WARSAW (Reuters) – Poland plans to raise spending on defence, health, social benefits and public sector pay in 2024, the prime minister said on Thursday, after the government approved the budget for next year with an eye on elections scheduled for Oct. 15.

Poland’s ruling nationalist Law and Justice (PiS) party, which has already won two elections in part thanks to generous social benefit programmes, has put security at the core of its campaign this year amid fears of rising instability on the country’s eastern border with Belarus.

However, some economists warn that big-spending policies announced ahead of the elections could hamper the county’s fight against inflation, which was 10.8% in July, and raise the deficit to dangerous levels.

“Under our government, budget revenues have more than doubled,” Mateusz Morawiecki told a news conference. “This would not have been possible without programmes to fix the public finances.”

The government will spend over 4% of gross domestic product (GDP) on defence in 2024, Morawiecki said. It will spend 137 billion zlotys ($33.23 billion) on raises for public-sector workers and on social programmes like the 800+ child benefit scheme and additional payments to pesnsioners.

It will also spend over 190 billion zlotys on health.

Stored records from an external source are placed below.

import { type NumberType, type RawAttribute, typeBytes } from './raw-netcdf'

/** A header that contradicts itself, as opposed to one that goes on beyond the bytes at hand. */
export class BrokenHeader extends Error {}

/** Bytes at hand end before the header does. */
export class HeaderGoesOn extends Error {}

export type ClassicVersion = 1 | 2 | 5

export interface ParsedVariable {
  name: string
  /** null for text. */
  type: NumberType | null
  dimensions: number[]
  attributes: Map<string, RawAttribute>
  offset: number
}

export interface ParsedHeader {
  /** null: the file was streamed and its records were never counted. */
  records: number | null
  /** The record dimension has size 0. */
  dimensions: { name: string; size: number }[]
  attributes: Map<string, RawAttribute>
  variables: ParsedVariable[]
}

const [dimensionTag, variableTag, attributeTag] = [10, 11, 12]
const longestItem = 4 * 1024 * 1024
const mostItems = 100_000
const textType = 2
const types: Record<number, NumberType | undefined> = {
  1: 'i1', 3: 'i2', 4: 'i4', 5: 'f4', 6: 'f8', 7: 'u1', 8: 'u2', 9: 'u4', 10: 'i8', 11: 'u8',
}
/** Types 7 to 11 came with CDF-5. */
const lastType: Record<ClassicVersion, number> = { 1: 6, 2: 6, 5: 11 }

/**
 * The header of a CDF-1, CDF-2 or CDF-5 file. Nothing is allocated for a count before the bytes it counts are at hand,
 * so a few wrong bytes cannot cost gigabytes. Throws HeaderGoesOn when the bytes end first, BrokenHeader when they
 * contradict themselves. Source: NetCDF classic format specification.
 */
export function parseClassicHeader(bytes: Buffer, version: ClassicVersion): ParsedHeader {
  const header = new HeaderBytes(bytes, version)
  const records = header.count()
  const dimensions = header.list(dimensionTag, () => ({ name: header.name(), size: header.size() }))
  const attributes = new Map(header.list(attributeTag, () => header.attribute()))
  const variables = header.list(variableTag, (): ParsedVariable => {
    const name = header.name()
    const rank = header.size()
    if (rank > 1024) throw new BrokenHeader(`${name} has ${rank} dimensions`)
    const ids = Array.from({ length: rank }, () => header.size())
    const own = new Map(header.list(attributeTag, () => header.attribute()))
    const type = header.type()
    header.skipSize()
    return { name, dimensions: ids, attributes: own, type, offset: header.offset() }
  })
  return { records, dimensions, attributes, variables }
}

/** Walks over the bytes; every number in them is big-endian. */
class HeaderBytes {
  private at = 4

  constructor(private readonly bytes: Buffer, private readonly version: ClassicVersion) {}

  private take(length: number): number {
    if (length > longestItem) throw new BrokenHeader(`something in it is ${length} bytes long`)
    const from = this.at
    if (from + length > this.bytes.length) throw new HeaderGoesOn()
    this.at += length
    return from
  }

  private int(): number {
    return this.bytes.readUInt32BE(this.take(4))
  }

  private long(): bigint {
    return this.bytes.readBigUInt64BE(this.take(8))
  }

  /** A size or count: eight bytes in CDF-5, four before. */
  size(): number {
    if (this.version !== 5) return this.int()
    const value = this.long()
    if (value > BigInt(Number.MAX_SAFE_INTEGER)) throw new BrokenHeader(`it declares a size of ${value}`)
    return Number(value)
  }

  /** The number of records; all bits set says that nobody counted them. */
  count(): number | null {
    if (this.version !== 5) {
      const value = this.int()
      return value === 0xffffffff ? null : value
    }
    const value = this.long()
    return value === 0xffffffffffffffffn ? null : Number(value)
  }

  /** The stored size of a variable is not relied on: it is wrong by design where it does not fit its field. */
  skipSize(): void {
    this.take(this.version === 5 ? 8 : 4)
  }

  offset(): number {
    return this.version === 1 ? this.int() : Number(this.long())
  }

  name(): string {
    return this.text(this.size())
  }

  private text(length: number): string {
    const from = this.take(length)
    this.take((4 - (length % 4)) % 4)
    const bytes = this.bytes.subarray(from, from + length)
    const decoded = bytes.toString('utf8')
    return decoded.includes('\ufffd') ? bytes.toString('latin1') : decoded
  }

  list<T>(tag: number, item: () => T): T[] {
    const found = this.int()
    const count = this.size()
    if (found !== tag && (found !== 0 || count !== 0)) throw new BrokenHeader(`a list begins with ${found}`)
    if (count > mostItems) throw new BrokenHeader(`a list declares ${count} items`)
    const items: T[] = []
    for (let i = 0; i < count; i++) items.push(item())
    return items
  }

  /** null for text. */
  type(): NumberType | null {
    const code = this.int()
    if (code === textType) return null
    const known = code <= lastType[this.version] ? types[code] : undefined
    if (!known) throw new BrokenHeader(`it names an unknown type (${code})`)
    return known
  }

  attribute(): [string, RawAttribute] {
    const name = this.name()
    const type = this.type()
    const length = this.size()
    if (type === null) return [name, { type: 'text', value: this.text(length).replace(/\0+$/, '') }]
    const bytes = length * typeBytes[type]
    const from = this.take(bytes)
    this.take((4 - (bytes % 4)) % 4)
    const numbers = numbersAt(this.bytes, from, type, length)
    return [name, { type, value: numbers.length === 1 ? numbers[0]! : numbers }]
  }
}

function numbersAt(bytes: Buffer, at: number, type: NumberType, count: number): number[] {
  const read: Record<NumberType, (offset: number) => number> = {
    i1: (offset) => bytes.readInt8(offset),
    u1: (offset) => bytes.readUInt8(offset),
    i2: (offset) => bytes.readInt16BE(offset),
    u2: (offset) => bytes.readUInt16BE(offset),
    i4: (offset) => bytes.readInt32BE(offset),
    u4: (offset) => bytes.readUInt32BE(offset),
    i8: (offset) => Number(bytes.readBigInt64BE(offset)),
    u8: (offset) => Number(bytes.readBigUInt64BE(offset)),
    f4: (offset) => bytes.readFloatBE(offset),
    f8: (offset) => bytes.readDoubleBE(offset),
  }
  return Array.from({ length: count }, (_, i) => read[type](at + i * typeBytes[type]))
}
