import { readSync } from 'node:fs'
import { LayerRefused } from '../layer-refused'

/** Reads exactly `length` bytes at `offset`, or refuses the file as truncated. */
export function readExactly(descriptor: number, offset: number, length: number): Buffer {
  const bytes = Buffer.allocUnsafe(length)
  let filled = 0
  while (filled < length) {
    const count = readSync(descriptor, bytes, filled, length - filled, offset + filled)
    if (count === 0) {
      throw new LayerRefused('truncated', 'The file ends before its data do; it was probably not sent whole.', {
        offset,
        length,
        missingBytes: length - filled,
      })
    }
    filled += count
  }
  return bytes
}
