import { closeSync, openSync } from 'node:fs'
import { basename } from 'node:path'
import type { Dataset, File, Group } from 'h5wasm'
import { guarded, hdf5Library, PointsElsewhere, quietly } from '../hdf5-library'
import { LayerRefused } from '../layer-refused'
import { openChunkReader, orNull, type ChunkReader } from './hdf5-chunks'
import { oddNumbers } from './hdf5-number-type'
import { checkHdf5Size } from './hdf5-superblock'
import { maxChunkBytes, maxVariables } from './limits'
import { numberType, readAttributes } from './netcdf4-attributes'
import type { RawNetcdf, RawVariable } from './raw-netcdf'
import { StepCache } from './step-cache'

const deepestGroup = 8
const blockCells = 4 * 1024 * 1024
/** Numbers kept of chunks that hold many steps: 64 MB. */
const mostKeptCells = 8 * 1024 * 1024
/** Filters the library and its plugins can undo: deflate, shuffle, fletcher32, szip, nbit, scale-offset, then plugins. */
const knownFilters = new Set([1, 2, 3, 4, 5, 6, 307, 32000, 32001, 32004, 32008, 32013, 32015, 32022, 32023, 32026])

/** A NetCDF-4 or HDF5 file. Dimension scales name the dimensions; variables in groups are called group/name. */
export async function openNetcdf4(path: string, start: number, fileSize: number): Promise<RawNetcdf> {
  checkHdf5Size(path, start, fileSize)
  const library = await hdf5Library()
  const file = quietly(() => new library.File(path, 'r'))
  if (file.file_id < 0n) {
    throw new LayerRefused('damaged', 'This file begins like NetCDF-4 (HDF5), but its structure cannot be read.', {})
  }
  const descriptor = openSync(path, 'r')
  try {
    const datasets = new Map<string, Dataset>()
    const attributes = reading('its structure', () => {
      collect(library, file, '', 0, datasets)
      return readAttributes(file)
    })
    const variables = [...datasets].flatMap(([name, dataset]) =>
      reading(name, () => describe(name, dataset)) ?? [],
    )
    const kept = new StepCache(mostKeptCells)
    const checked = new Set<string>()
    const datasetOf = ({ name }: RawVariable): Dataset => {
      const dataset = datasets.get(name)!
      if (!checked.has(name)) checkNumbers(name, orNull(() => oddNumbers(descriptor, start, library.Module, file, dataset)))
      checked.add(name)
      return dataset
    }
    // Addresses count from where the file begins; behind a user block the library reads alone.
    const chunks = start === 0 ? openChunkReader(path, library.Module, file) : null
    return {
      format: 'netcdf4',
      variables,
      attributes,
      warnings: [],
      read: (variable, from, count) => readBlock(variable, datasetOf(variable), { kept, chunks }, from, count),
      readWords: (variable, from, count) => readWords(variable, datasetOf(variable), from, count),
      close: () => {
        chunks?.close()
        closeSync(descriptor)
        file.close()
      },
    }
  } catch (error) {
    closeSync(descriptor)
    file.close()
    throw error
  }
}

function collect(
  library: Awaited<ReturnType<typeof hdf5Library>>,
  group: File | Group,
  prefix: string,
  depth: number,
  found: Map<string, Dataset>,
): void {
  for (const key of group.keys()) {
    const entity = group.get(key)
    if (entity instanceof library.Dataset) found.set(prefix + key, entity)
    // Hard links may form circles: depth and number are bounded.
    else if (entity instanceof library.Group && depth < deepestGroup) {
      collect(library, entity, `${prefix}${key}/`, depth + 1, found)
    }
    if (found.size > maxVariables) {
      throw new LayerRefused('too-large', `The file declares more than ${maxVariables} variables.`, {})
    }
  }
}

function checkNumbers(name: string, odd: string | null): void {
  if (odd === null) return
  throw new LayerRefused('unsupported-encoding', `${name} stores ${odd}, which Offing does not read.`, { variable: name, stored: odd })
}

/** null for a dimension that has no variable of its own. */
function describe(name: string, dataset: Dataset): RawVariable | null {
  const { metadata } = dataset
  const shape = metadata.shape ?? []
  const scaleName = dataset.get_scale_name()
  if (scaleName?.startsWith('This is a netCDF dimension but not a netCDF variable')) return null
  const dimensions = shape.map((size, index) => {
    if (scaleName !== null && shape.length === 1) return { name, size }
    const scale = dataset.get_attached_scales(index)[0]
    return { name: scale ? scale.replace(/^\/+/, '') : `unnamed dimension of ${size}`, size }
  })
  return { name, type: numberType(metadata), dimensions, attributes: readAttributes(dataset) }
}

/** Reads a block; where a chunk holds many steps, all of them are unpacked at once and kept for the next step. */
function readBlock(
  variable: RawVariable,
  dataset: Dataset,
  { kept, chunks }: { kept: StepCache; chunks: ChunkReader | null },
  start: number[],
  count: number[],
): Float64Array {
  checkEncoding(variable, dataset)
  const total = count.reduce((product, n) => product * n, 1)
  if (total === 0) return new Float64Array(0)
  if (count.length === 0) return Float64Array.of(Number(reading(variable.name, () => dataset.value)))
  const own = variable.type && chunks?.read(variable.name, variable.type, dataset, start, count)
  if (own) return own
  const wider = stepsTogether(dataset, start, count, total)
  if (!wider) return readBlocks(variable, dataset, start, count, total)
  const key = `${variable.name}\0${wider.start.join()}\0${wider.count.join()}`
  const { axis } = wider
  const steps = wider.count[axis]!
  const all = kept.get(key) ?? readBlocks(variable, dataset, wider.start, wider.count, total * steps)
  kept.set(key, all)
  // The steps' numbers stand `inner` at a time, one step after the other, once for each index of the axes before.
  const inner = count.slice(axis + 1).reduce((product, n) => product * n, 1)
  const step = start[axis]! - wider.start[axis]!
  const values = new Float64Array(total)
  for (let outer = 0; outer < total / inner; outer++) {
    const from = (outer * steps + step) * inner
    values.set(all.subarray(from, from + inner), outer * inner)
  }
  return values
}

/** The block that covers whole chunks along the axis of which one index is wanted; null where that gains nothing. */
function stepsTogether(dataset: Dataset, start: number[], count: number[], total: number) {
  const { chunks, shape } = dataset.metadata
  const axis = count.findIndex((n, d) => n === 1 && (chunks?.[d] ?? 1) > 1 && (shape?.[d] ?? 1) > 1)
  if (!chunks || !shape || axis < 0) return null
  const from = start[axis]! - (start[axis]! % chunks[axis]!)
  const steps = Math.min(chunks[axis]!, shape[axis]! - from)
  if (total * steps > mostKeptCells) return null
  return { axis, start: start.with(axis, from), count: count.with(axis, steps) }
}

function readBlocks(variable: RawVariable, dataset: Dataset, start: number[], count: number[], total: number): Float64Array {
  const values = new Float64Array(total)
  // Blocks run along the first dimension with more than one index, in whole chunks, so no chunk is unpacked twice.
  const along = Math.max(0, count.findIndex((n) => n > 1))
  const perIndex = total / count[along]!
  const chunk = dataset.metadata.chunks?.[along] ?? 1
  const wanted = Math.max(1, Math.floor(blockCells / perIndex))
  const step = Math.max(chunk, wanted - (wanted % chunk))
  let filled = 0
  const end = start[along]! + count[along]!
  for (let from = start[along]!; from < end; ) {
    const to = Math.min(end, from - (from % chunk) + step)
    const ranges = start.map((first, d): [number, number] =>
      d === along ? [from, to] : [first, first + count[d]!],
    )
    const block = reading(variable.name, () => dataset.slice(ranges))
    if (!ArrayBuffer.isView(block)) throw damagedData(variable.name, 'no numbers came back')
    const numbers = block as Float64Array | BigInt64Array
    if (numbers.length > total - filled) throw damagedData(variable.name, 'more numbers came back than were asked for')
    if (numbers instanceof BigInt64Array || numbers instanceof BigUint64Array) {
      for (let i = 0; i < numbers.length; i++) values[filled + i] = Number(numbers[i])
    } else {
      values.set(numbers, filled)
    }
    filled += numbers.length
    from = to
  }
  if (filled !== total) throw damagedData(variable.name, 'fewer numbers came back than were asked for')
  return values
}

function readWords(variable: RawVariable, dataset: Dataset, start: number[], count: number[]) {
  checkEncoding(variable, dataset)
  const block = reading(variable.name, () => dataset.slice(start.map((from, d) => [from, from + count[d]!])))
  if (!(block instanceof BigInt64Array) && !(block instanceof BigUint64Array)) {
    throw damagedData(variable.name, 'no 64-bit numbers came back')
  }
  const low = Uint32Array.from(block, (bits) => Number(bits & 0xffffffffn))
  const high = Uint32Array.from(block, (bits) => Number((bits >> 32n) & 0xffffffffn))
  return { low, high }
}

function checkEncoding(variable: RawVariable, dataset: Dataset): void {
  const filters = reading(variable.name, () => dataset.filters)
  const unknown = filters.find(({ id }) => !knownFilters.has(id))
  if (unknown) {
    throw new LayerRefused(
      'unsupported-encoding',
      `${variable.name} is compressed with a method Offing does not know (${unknown.name || 'no name'}, number ${unknown.id}).`,
      { variable: variable.name, filter: unknown.id },
    )
  }
  const codec = missingCodec(filters)
  if (codec !== null) {
    throw new LayerRefused('unsupported-encoding', `${variable.name} is compressed by Blosc with ${codec}, which Offing does not read.`, {
      variable: variable.name, filter: bloscFilter, codec,
    })
  }
  const { chunks, size } = dataset.metadata
  const chunkBytes = chunks ? chunks.reduce((product, n) => product * n, size) : 0
  if (chunkBytes > maxChunkBytes) {
    throw new LayerRefused('too-large', `${variable.name} is stored in blocks of ${chunkBytes} bytes, too large to unpack.`, {
      variable: variable.name,
      chunkBytes,
      maxChunkBytes,
    })
  }
}

const bloscFilter = 32001
/** Blosc packs with one of several methods, by the seventh of its numbers; its plugin was built without these. */
const missingCodecs: Record<number, string> = { 3: 'Snappy', 4: 'zlib' }

function missingCodec(filters: readonly { id: number; cd_values: number[] }[]): string | null {
  const code = filters.find(({ id }) => id === bloscFilter)?.cd_values[6]
  return code === undefined ? null : (missingCodecs[code] ?? null)
}

/** Reads with errors thrown; whatever the library throws becomes a refusal. */
function reading<T>(what: string, work: () => T): T {
  try {
    return guarded(work)
  } catch (error) {
    if (error instanceof LayerRefused) throw error
    if (error instanceof PointsElsewhere) throw elsewhere(what, error)
    throw damagedData(what, error instanceof Error ? error.message : String(error), error)
  }
}

function elsewhere(what: string, { path }: PointsElsewhere): LayerRefused {
  const sentence = `This file keeps ${what} in another file (${basename(path).slice(0, 100)}), which Offing does not follow. Send it with its data inside.`
  return new LayerRefused('unsupported-encoding', sentence, { what, otherFile: path.slice(0, 300) })
}

function damagedData(what: string, reason: string, cause?: unknown): LayerRefused {
  return new LayerRefused(
    'damaged',
    `The file is damaged: ${what} cannot be read back whole.`,
    { what, reason: reason.slice(0, 300) },
    { cause },
  )
}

The budget deficit will be around 4.5% of gross domestic product (GDP), compared to the 3.4% forecast in April when Poland submitted its convergence plan to the European Union.

“It should not be a huge surprise given that in the last months… there were lots of promises regarding future spending and fiscal expansion so the direction of travel was to be anticipated, but still it is quite a high fiscal deficit,” said Piotr Bielski, head of economic analysis at Santander (BME:) Bank Polska.

“We have to remember that in 2024 the European Union restores the fiscal rules, so a deficit above 3% of GDP will be clearly above the limits that will be set in the European Union’s fiscal criteria.”